A borderline premature infant was referred to us for routine ophthalmological examination because routine antenatal ultrasound scan showed unilateral ventriculolomegaly. Initial examination revealed unremarkable anterior segments, bilateral inferior optic disc coloboma with subretinal fluid, and white fleck deposits at inferior retina. At nine months of age, nystagmus was detected; left eye was microphthalmic and esotropic – about 30o by Hirschberg estimation. Fundus showed bilateral pale optic discs with inferior optic disc coloboma, macular hypoplasia, nasal retinal detachment (RD) not involving macular in right eye (Web Fig. 1a), and fully detached retina in left eye (Web Fig. 1b). No other family member had a similar problem.

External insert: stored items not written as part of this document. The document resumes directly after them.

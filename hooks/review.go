package hooks

import (
	"cleave/calc/plot"
	"fmt"
	"io/fs"
	"math"
	"path"
	"sort"
	"strings"
	"testing/fstest"
	"time"

	"github.com/go-git/go-git/v5/plumbing"

	"cleave/calc"
	"cleave/calc/quantity"
	"cleave/notebook"
	"cleave/notebook/calcblock"
	"cleave/notebook/compute"
)

// Review is the report on a range of commits for a pull request: the entries added, changed and
// removed, grouped by sample lineage, with each field and each result old → new (results with
// their relative change); the data files changed; what is wrong at the head (stale results,
// failed lines, invalid entries); and the physics warnings a reviewer must see.
//
// The range BASE..HEAD is compared as a git host compares a pull request: from the merge base
// of BASE and HEAD to HEAD.
type Review struct {
	Base      string          `json:"base"` // the revisions as given
	Head      string          `json:"head"`
	From      string          `json:"from"` // the commits compared: the merge base …
	To        string          `json:"to"`   // … and the head
	Commits   []ReviewCommit  `json:"commits"`
	Groups    []ReviewGroup   `json:"groups"`
	Data      []DataChange    `json:"data"`
	Stale     []StaleResult   `json:"stale"`
	Problems  []string        `json:"problems"` // path:line:col: message, at the head
	Warnings  []ReviewWarning `json:"warnings"`
	Unchanged bool            `json:"unchanged,omitempty"` // no file differs
}

// ReviewCommit is one commit of the range.
type ReviewCommit struct {
	Hash    string    `json:"hash"`
	Author  string    `json:"author"`
	Date    time.Time `json:"date"`
	Subject string    `json:"subject"`
}

// ReviewGroup gathers the changed entries of one lineage: the wafer they descend from, or a
// mask or process run (shared by several wafers), or the entries removed.
type ReviewGroup struct {
	Lineage string        `json:"lineage"`
	Entries []ReviewEntry `json:"entries"`
}

// ReviewEntry is one changed Markdown file.
type ReviewEntry struct {
	ID      string         `json:"id,omitempty"` // "" for a note without front matter
	Kind    string         `json:"kind,omitempty"`
	Path    string         `json:"path"`
	Status  string         `json:"status"` // added, modified or removed
	Fields  []FieldChange  `json:"fields,omitempty"`
	Results []ReviewResult `json:"results,omitempty"`
	Text    bool           `json:"text,omitempty"`
}

// ReviewResult is a result old → new, with its relative change (new − old)/|old| when both
// read as quantities of the same dimension.
type ReviewResult struct {
	ResultChange
	Relative *float64 `json:"relative,omitempty"`
}

// DataChange is a data file added, changed or removed, with the entries that read it.
type DataChange struct {
	Path    string   `json:"path"`
	Status  string   `json:"status"`
	OldSize int64    `json:"old_size"` // bytes; -1 where it is not there
	NewSize int64    `json:"new_size"`
	ReadBy  []string `json:"read_by"`
}

// StaleResult is a result at the head that differs from what its inputs give now: its inputs
// changed after it was written and nobody recomputed it.
type StaleResult struct {
	Path string `json:"path"`
	Line int    `json:"line"`
	Old  string `json:"old"`
	New  string `json:"new"`
}

// ReviewWarning is a finding a reviewer must see. Kind is one of "hall-sdh" (the Hall and
// SdH densities of a cooldown disagree), "mobility" (outside the plausible range for the
// material and temperature), "plateau" (a quantum Hall plateau where the density does not
// put that filling factor), "density" (far from the wafer's expected density), "stale" (a
// result whose inputs changed but that nobody recomputed) and "analysis" (a warning an
// analysis gave, such as a failed sanity check of a sweep).
type ReviewWarning struct {
	Kind    string `json:"kind"`
	ID      string `json:"id,omitempty"`
	Path    string `json:"path"`
	Line    int    `json:"line,omitempty"`
	Message string `json:"message"`
}

// densityTolerance is how far (relative) a measured density may be from the wafer's expected
// one before the review says so. Designed and measured densities commonly differ by 10–20 %
// (donor activation, surface states, illumination); 30 % is beyond that (common practice).
const densityTolerance = 0.30

// ReviewRange reviews the commits of rng: "BASE..HEAD" (or "BASE...HEAD"), or "BASE" for
// BASE..HEAD.
func (r *Repo) ReviewRange(rng string) (*Review, error) {
	base, head, ok := strings.Cut(rng, "...")
	if !ok {
		base, head, ok = strings.Cut(rng, "..")
	}
	if !ok {
		head = "HEAD"
	}
	if base == "" {
		return nil, fmt.Errorf("%q: expected BASE..HEAD", rng)
	}
	if head == "" {
		head = "HEAD"
	}
	baseID, err := r.Resolve(base)
	if err != nil {
		return nil, err
	}
	headID, err := r.Resolve(head)
	if err != nil {
		return nil, err
	}
	mb, err := r.git().line("merge-base", baseID.String(), headID.String())
	if err != nil || !plumbing.IsHash(mb) {
		return nil, fmt.Errorf("%s and %s have no commit in common", base, head)
	}
	objs, err := r.OpenObjects()
	if err != nil {
		return nil, err
	}
	defer objs.Close()
	rv := &Review{Base: base, Head: head, From: mb, To: headID.String(), Commits: []ReviewCommit{}, Groups: []ReviewGroup{},
		Data: []DataChange{}, Stale: []StaleResult{}, Problems: []string{}, Warnings: []ReviewWarning{}}
	if err := rv.readCommits(r, objs); err != nil {
		return nil, err
	}
	from, err := objs.Commit(plumbing.NewHash(mb))
	if err != nil {
		return nil, err
	}
	to, err := objs.Commit(headID)
	if err != nil {
		return nil, err
	}
	changed, err := objs.diffTrees(from.TreeHash, to.TreeHash)
	if err != nil {
		return nil, err
	}
	rv.Unchanged = len(changed) == 0

	fsys, err := objs.TreeFS(headID)
	if err != nil {
		return nil, err
	}
	nb, err := notebook.Load(fsys)
	if err != nil {
		return nil, err
	}
	rep, _, err := r.evaluate(fsys, nil)
	if err != nil {
		return nil, err
	}
	rd := &reviewer{rv: rv, objs: objs, fsys: fsys, nb: nb, changed: map[string]changedFile{}, wafers: map[string]*expectation{}}
	for _, c := range changed {
		rd.changed[c.path] = c
	}
	if err := rd.entries(changed); err != nil {
		return nil, err
	}
	rd.dataFiles(changed)
	rd.atHead(rep)
	rd.physics(changed)
	return rv, nil
}

// readCommits lists the commits of the range, newest first.
func (rv *Review) readCommits(r *Repo, objs *Objects) error {
	out, err := r.git().line("rev-list", rv.From+".."+rv.To)
	if err != nil {
		return err
	}
	for _, id := range strings.Fields(out) {
		c, err := objs.Commit(plumbing.NewHash(id))
		if err != nil {
			return err
		}
		rv.Commits = append(rv.Commits, ReviewCommit{Hash: id, Author: c.Author.Name, Date: c.Author.When, Subject: subject(c.Message)})
	}
	return nil
}

// reviewer holds what the parts of a review share.
type reviewer struct {
	rv      *Review
	objs    *Objects
	fsys    fs.FS
	nb      *notebook.Notebook
	changed map[string]changedFile
	wafers  map[string]*expectation
}

func (rd *reviewer) blob(h plumbing.Hash) ([]byte, error) {
	if h.IsZero() {
		return nil, nil
	}
	return rd.objs.Blob(h)
}

// entries describes each changed Markdown file and sorts them into lineages.
func (rd *reviewer) entries(changed []changedFile) error {
	groups := map[string][]ReviewEntry{}
	for _, c := range changed {
		if !strings.HasSuffix(c.path, ".md") {
			continue
		}
		old, err := rd.blob(c.old)
		if err != nil {
			return err
		}
		cur, err := rd.blob(c.new)
		if err != nil {
			return err
		}
		re := ReviewEntry{Path: c.path, Status: "modified"}
		switch {
		case c.old.IsZero():
			re.Status = "added"
		case c.new.IsZero():
			re.Status = "removed"
		}
		var e *notebook.Entry
		if f, ok := rd.nb.File(c.path); ok && f.Entry != nil {
			e = f.Entry
		} else if old != nil {
			e = entryOf(c.path, old)
		}
		if e != nil {
			re.ID, re.Kind = e.ID, string(e.Kind)
		}
		d := diffFiles(c.path, old, cur)
		if re.Status == "modified" {
			re.Fields, re.Text = d.Fields, d.Text
		}
		for _, res := range d.Results {
			re.Results = append(re.Results, ReviewResult{ResultChange: res, Relative: relativeChange(res.Old, res.New)})
		}
		if re.Status == "modified" && len(re.Fields) == 0 && len(re.Results) == 0 && !re.Text {
			re.Text = true // only blanks or result spacing moved
		}
		label := "notes"
		switch {
		case re.Status == "removed":
			label = "removed"
		case e != nil:
			label = rd.lineage(e)
		}
		groups[label] = append(groups[label], re)
	}
	labels := make([]string, 0, len(groups))
	for l := range groups {
		labels = append(labels, l)
	}
	sort.Slice(labels, func(i, j int) bool {
		return groupRank(labels[i]) < groupRank(labels[j]) || groupRank(labels[i]) == groupRank(labels[j]) && labels[i] < labels[j]
	})
	for _, l := range labels {
		es := groups[l]
		sort.SliceStable(es, func(i, j int) bool {
			if a, b := kindRank(es[i].Kind), kindRank(es[j].Kind); a != b {
				return a < b
			}
			return es[i].ID < es[j].ID
		})
		rd.rv.Groups = append(rd.rv.Groups, ReviewGroup{Lineage: l, Entries: es})
	}
	return nil
}

// entryOf parses one file on its own (a removed entry: its id and kind).
func entryOf(p string, raw []byte) *notebook.Entry {
	nb, err := notebook.Load(fstest.MapFS{p: {Data: raw}})
	if err != nil {
		return nil
	}
	if f, ok := nb.File(p); ok {
		return f.Entry
	}
	return nil
}

// lineage names the group of an entry: the wafer it descends from; a mask or a process run
// on its own (they serve several wafers).
func (rd *reviewer) lineage(e *notebook.Entry) string {
	if w, ok := rd.nb.Nearest(e, notebook.KindWafer); ok {
		return "wafer " + w.ID
	}
	return string(e.Kind) + " " + e.ID
}

func groupRank(label string) int {
	switch {
	case strings.HasPrefix(label, "wafer "):
		return 0
	case label == "notes":
		return 2
	case label == "removed":
		return 3
	}
	return 1
}

func kindRank(k string) int {
	for i, kk := range []notebook.Kind{notebook.KindWafer, notebook.KindPiece, notebook.KindMask, notebook.KindProcess, notebook.KindDevice, notebook.KindCooldown} {
		if string(kk) == k {
			return i
		}
	}
	return 99
}

// dataFiles lists the changed files that are not Markdown, with the entries that read them.
func (rd *reviewer) dataFiles(changed []changedFile) {
	readers := map[string][]string{}
	for _, e := range rd.nb.Entries {
		for _, p := range dataFiles(rd.fsys, rd.nb, e) {
			readers[p] = append(readers[p], e.ID)
		}
	}
	for _, c := range changed {
		if strings.HasSuffix(c.path, ".md") || isPlotFile(c.path) {
			continue // entries are reported by lineage; plot files follow their results
		}
		dc := DataChange{Path: c.path, Status: "modified", OldSize: -1, NewSize: -1, ReadBy: readers[c.path]}
		if dc.ReadBy == nil {
			dc.ReadBy = []string{}
		}
		if old, err := rd.blob(c.old); err == nil && !c.old.IsZero() {
			dc.OldSize = int64(len(old))
		}
		if cur, err := rd.blob(c.new); err == nil && !c.new.IsZero() {
			dc.NewSize = int64(len(cur))
		}
		switch {
		case c.old.IsZero():
			dc.Status = "added"
		case c.new.IsZero():
			dc.Status = "removed"
		}
		rd.rv.Data = append(rd.rv.Data, dc)
	}
}

// atHead records what is wrong at the head: stale results (one warning per file), failed
// lines, invalid entries, files that could not be evaluated.
func (rd *reviewer) atHead(rep *compute.Report) {
	for _, f := range rep.Files {
		var lines []string
		for _, ch := range f.Stale {
			if calcblock.IsError(ch.New) {
				continue
			}
			rd.rv.Stale = append(rd.rv.Stale, StaleResult{Path: f.Path, Line: ch.Line, Old: ch.Old, New: ch.New})
			lines = append(lines, fmt.Sprint(ch.Line))
		}
		if len(lines) > 0 {
			rd.warn("stale", entryID(rd.nb, f.Path), f.Path, f.Stale[0].Line, fmt.Sprintf("%d result(s) whose inputs changed were not recomputed (line %s): run `cleave calc` (or commit through the hook) and push again",
				len(lines), strings.Join(lines, ", ")))
		}
		for _, ch := range f.Errors {
			rd.rv.Problems = append(rd.rv.Problems, ch.ErrorString())
		}
	}
	for _, p := range rep.Problems {
		rd.rv.Problems = append(rd.rv.Problems, p.Error())
	}
	for _, err := range rep.Failures {
		rd.rv.Problems = append(rd.rv.Problems, err.Error())
	}
}

func entryID(nb *notebook.Notebook, p string) string {
	if f, ok := nb.File(p); ok && f.Entry != nil {
		return f.Entry.ID
	}
	return ""
}

func (rd *reviewer) warn(kind, id, p string, line int, msg string) {
	rd.rv.Warnings = append(rd.rv.Warnings, ReviewWarning{Kind: kind, ID: id, Path: p, Line: line, Message: msg})
}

Clinical examination during initial presentation revealed subtle dysmorphic features, frontal bossing, prominent occiput, undescended testes, and micropenis (1.5 cm). Patient had hypocortisolism (cortisol 124 nmol/L) and low IGF-1 (43 ng/mL). Other hormones were normal. MRI brain showed ventriculomegaly, atrophic corpus callosum, and absent anterior pituitary gland (Fig. 1a and 1b). Chromosome karyotyping and cytogenetic analysis were normal. He was treated with oral hydrocortisone and intramuscular testosterone. Parents declined further eye treatment.

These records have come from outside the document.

func runEval(c *cli, args []string) int {
	fs := c.flags("eval")
	in := fs.String("in", "", "evaluate in the context of this entry `FILE`")
	asJSON := fs.Bool("json", false, "print one JSON object: value, unit, display, uncertainty")
	asCSV := fs.Bool("csv", false, "print a data-set value (a data file, a symmetrised sweep, a band profile) as CSV")
	pos, err := parse(fs, args)
	if err != nil || len(pos) == 0 {
		return c.usageErr("eval", flagMsg(err, "need an expression"))
	}
	expr := strings.Join(pos, " ")
	root := ""
	if *in != "" {
		if root, err = c.root(); err != nil {
			return c.fail("eval", err)
		}
		*in = c.path(*in)
	}
	v, err := compute.Eval(root, *in, expr)
	if err != nil {
		return c.fail("eval", err)
	}
	if *asCSV {
		if err := compute.WriteCSV(c.out, v); err != nil {
			return c.fail("eval", err)
		}
		return 0
	}
	if *asJSON {
		enc := json.NewEncoder(c.out)
		if err := enc.Encode(compute.JSONOf(v)); err != nil {
			return c.fail("eval", err)
		}
		return 0
	}
	fmt.Fprintln(c.out, compute.JSONOf(v).Display)
	return 0
}

func runPlot(c *cli, args []string) int {
	fs := c.flags("plot")
	in := fs.String("in", "", "evaluate in the context of this entry `FILE`")
	out := fs.String("o", "", "write the SVG to `FILE` (- for standard output)")
	pos, err := parse(fs, args)
	if err != nil || len(pos) == 0 {
		return c.usageErr("plot", flagMsg(err, "need an expression"))
	}
	if *out == "" {
		return c.usageErr("plot", "need -o OUT.svg (or -o - for standard output)")
	}
	expr := strings.Join(pos, " ")
	root := ""
	if *in != "" {
		if root, err = c.root(); err != nil {
			return c.fail("plot", err)
		}
		*in = c.path(*in)
	}
	env, err := compute.EvalEnv(root, *in)
	if err != nil {
		return c.fail("plot", err)
	}
	if *in == "" {
		env.Register(plot.Func(""))
	}
	v, err := env.Eval(expr)
	if err != nil {
		return c.fail("plot", err)
	}
	fig, ok := v.(*plot.Figure)
	var svg []byte
	if ok {
		svg = fig.SVG
	} else {
		pic, err := plot.Draw(v, plot.Options{})
		if err != nil {
			return c.fail("plot", err)
		}
		svg = pic.SVG
	}
	if *out == "-" {
		_, err = c.out.Write(svg)
	} else {
		err = os.WriteFile(c.path(*out), svg, 0o644)
	}
	if err != nil {
		return c.fail("plot", err)
	}
	if *out != "-" {
		fmt.Fprintf(c.out, "wrote %s\n", *out)
	}
	return 0
}

func runSite(c *cli, args []string) int {
	pos, err := parse(c.flags("site"), args)
	if err != nil || len(pos) != 1 {
		return c.usageErr("site", flagMsg(err, "need the folder to write the site into"))
	}
	root, err := c.root()
	if err != nil {
		return c.fail("site", err)
	}
	s, err := site.Build(root, site.Options{})
	if err != nil {
		return c.fail("site", err)
	}
	dir := c.path(pos[0])
	if err := s.Write(dir); err != nil {
		return c.fail("site", err)
	}
	abs, _ := filepath.Abs(filepath.Join(dir, "index.html"))
	fmt.Fprintf(c.out, "wrote %d files; open file://%s\n", len(s.Files), filepath.ToSlash(abs))
	return 0
}

// serveReady, when set (by tests), hears the address the preview listens on.
var serveReady func(addr string)

// serveStop, when set (by tests), ends the preview.
var serveStop context.Context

Fig. 1 Magnetic resonance image (MRI) sagittal plane (a) showing absence of corpus callosum, and axial plane (b) showing mild ventriculomegaly.

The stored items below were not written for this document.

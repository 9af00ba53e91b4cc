// Package site writes a notebook as a static HTML site: one page per Markdown file (an
// entry's page shows its kind, its front matter, its ancestors and children as navigation,
// its text with calc blocks as tables and its plots), an index page, an index per kind, a
// table per wafer of its devices' key results, and an offline search over ids, titles and
// fields. The output is deterministic: the same notebook gives the same bytes.
//
// Nothing from an entry reaches a page as markup: raw HTML is dropped, text is escaped,
// links go only to http(s), mailto, fragments or other pages of the site, images only to
// raster images inside the notebook (copied byte for byte after a check of their first
// bytes) and to plots, which are drawn afresh from the blocks (a plot file on disk is never
// copied, so an SVG with script in the notebook never reaches the site).
package site

import (
	"bytes"
	"crypto/sha256"
	"embed"
	"encoding/hex"
	"encoding/json"
	"fmt"
	"html/template"
	"io/fs"
	"os"
	"path"
	"path/filepath"
	"runtime"
	"sort"
	"strings"
	"sync"

	"github.com/yuin/goldmark"
	"github.com/yuin/goldmark/ast"
	"github.com/yuin/goldmark/extension"
	"github.com/yuin/goldmark/parser"
	"github.com/yuin/goldmark/text"
	"github.com/yuin/goldmark/util"
	"go.yaml.in/yaml/v3"

	"cleave/notebook"
	"cleave/notebook/calcblock"
	"cleave/notebook/plotfiles"
	"cleave/notebook/render"
)

//go:embed assets/*
var assets embed.FS

// Options tune a build.
type Options struct {
	// Live adds the script that reloads a page when `cleave serve` rebuilt the site.
	Live bool
}

// Site is a built site: file contents by slash path.
type Site struct {
	Files map[string][]byte
}

// Paths lists the site's files, sorted.
func (s *Site) Paths() []string {
	out := make([]string, 0, len(s.Files))
	for p := range s.Files {
		out = append(out, p)
	}
	sort.Strings(out)
	return out
}

// marker is the file that marks a folder as a site cleave wrote (so that a later build may
// replace it).
const marker = ".cleave-site"

// Write writes the site into dir, which must be new, empty, or a site written before (its
// files not in this build are removed).
func (s *Site) Write(dir string) error {
	ents, err := os.ReadDir(dir)
	switch {
	case os.IsNotExist(err):
	case err != nil:
		return err
	case len(ents) > 0:
		if _, err := os.Stat(filepath.Join(dir, marker)); err != nil {
			return fmt.Errorf("%s is not empty and holds no site written by cleave; choose a new folder", dir)
		}
		old := map[string]bool{}
		_ = filepath.WalkDir(dir, func(p string, d fs.DirEntry, err error) error {
			if err == nil && !d.IsDir() {
				rel, _ := filepath.Rel(dir, p)
				old[filepath.ToSlash(rel)] = true
			}
			return nil
		})
		for p := range old {
			if _, ok := s.Files[p]; !ok && p != marker {
				os.Remove(filepath.Join(dir, filepath.FromSlash(p)))
			}
		}
	}
	for _, p := range s.Paths() {
		full := filepath.Join(dir, filepath.FromSlash(p))
		if old, err := os.ReadFile(full); err == nil && bytes.Equal(old, s.Files[p]) {
			continue
		}
		if err := os.MkdirAll(filepath.Dir(full), 0o755); err != nil {
			return err
		}
		if err := os.WriteFile(full, s.Files[p], 0o644); err != nil {
			return err
		}
	}
	return os.WriteFile(filepath.Join(dir, marker), []byte("written by cleave site\n"), 0o644)
}

// Builder builds sites of one notebook folder and keeps what it rendered, so that a rebuild
// after a change renders again only the files whose text changed (and the plots, when
// anything they could read changed).
type Builder struct {
	Root string
	Opt  Options

	mu     sync.Mutex
	bodies map[string]*body               // hash of (path, text, plots drawn) → body HTML
	plots  map[string]map[string]*plotSVG // hash of (path, text, inputs) → path → svg
}

type plotSVG struct{ svg []byte }

// body is a rendered page body and the raster images it shows (to copy).
type body struct {
	html    []byte
	rasters []string
}

// Build builds the site of the notebook at root.
func Build(root string, opt Options) (*Site, error) {
	b := &Builder{Root: root, Opt: opt}
	return b.Build()
}

// Build builds the site of b.Root, reusing what an earlier build rendered.
func (b *Builder) Build() (*Site, error) {
	b.mu.Lock()
	defer b.mu.Unlock()
	if b.bodies == nil {
		b.bodies, b.plots = map[string]*body{}, map[string]map[string]*plotSVG{}
	}
	fsys := os.DirFS(b.Root)
	nb, err := notebook.Load(fsys)
	if err != nil {
		return nil, err
	}
	st := &build{b: b, fsys: fsys, nb: nb, site: &Site{Files: map[string][]byte{}}, inputs: inputsDigest(b.Root)}
	if err := st.run(); err != nil {
		return nil, err
	}
	return st.site, nil
}

// build is one run.
type build struct {
	b      *Builder
	fsys   fs.FS
	nb     *notebook.Notebook
	site   *Site
	inputs string

	mu      sync.Mutex
	index   []searchItem
	used    map[string]bool // bodies and plot sets this build used (the rest is dropped)
	rasters map[string]bool // images to copy
}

Septo-optic dysplasia (SOD), also known as de Morsier syndrome [1], is a rare congenital anomaly with highly heterogeneous phenotype. The causes of this early brain midline dysembryogenesis are unknown, but the most frequently suggested etiologies relate to embryonic vascular insult. Familial cases point to a mutation in a developmental genes (HESX1, SOX2, SOX3) [2]. Diagnosis of SOD involves the presence of two out of the triad of (a) optic nerve hypoplasia, (b) neuro-radiological imaging of midline brain defects (absent septum pellucidum, corpus callosum agenesis), and (c) hormonal deficiency (hypopituitarism) [3]. In our patient, SOD was diagnosed as he had atrophy of septum pellucidum and low level of cortisol, IGF-1 and testosterone. To our knowledge, the association of exudative RD in the setting of SOD has not been previously reported.　Our patient had bilateral optic disc coloboma that may have led to bilateral exudative RD. In optic disc colobomas, the peripapillary retina extends into the anomalous peripapillary scleral defect. The retinal tissue within the defect has been observed to be thinner, incompletely developed, and atrophic; and sometimes the retina is detached in this area. A few cases of SOD associated with persistent fetal vasculature, peripheral retinal non-perfusion and neovascularization have been earlier reported [4,5].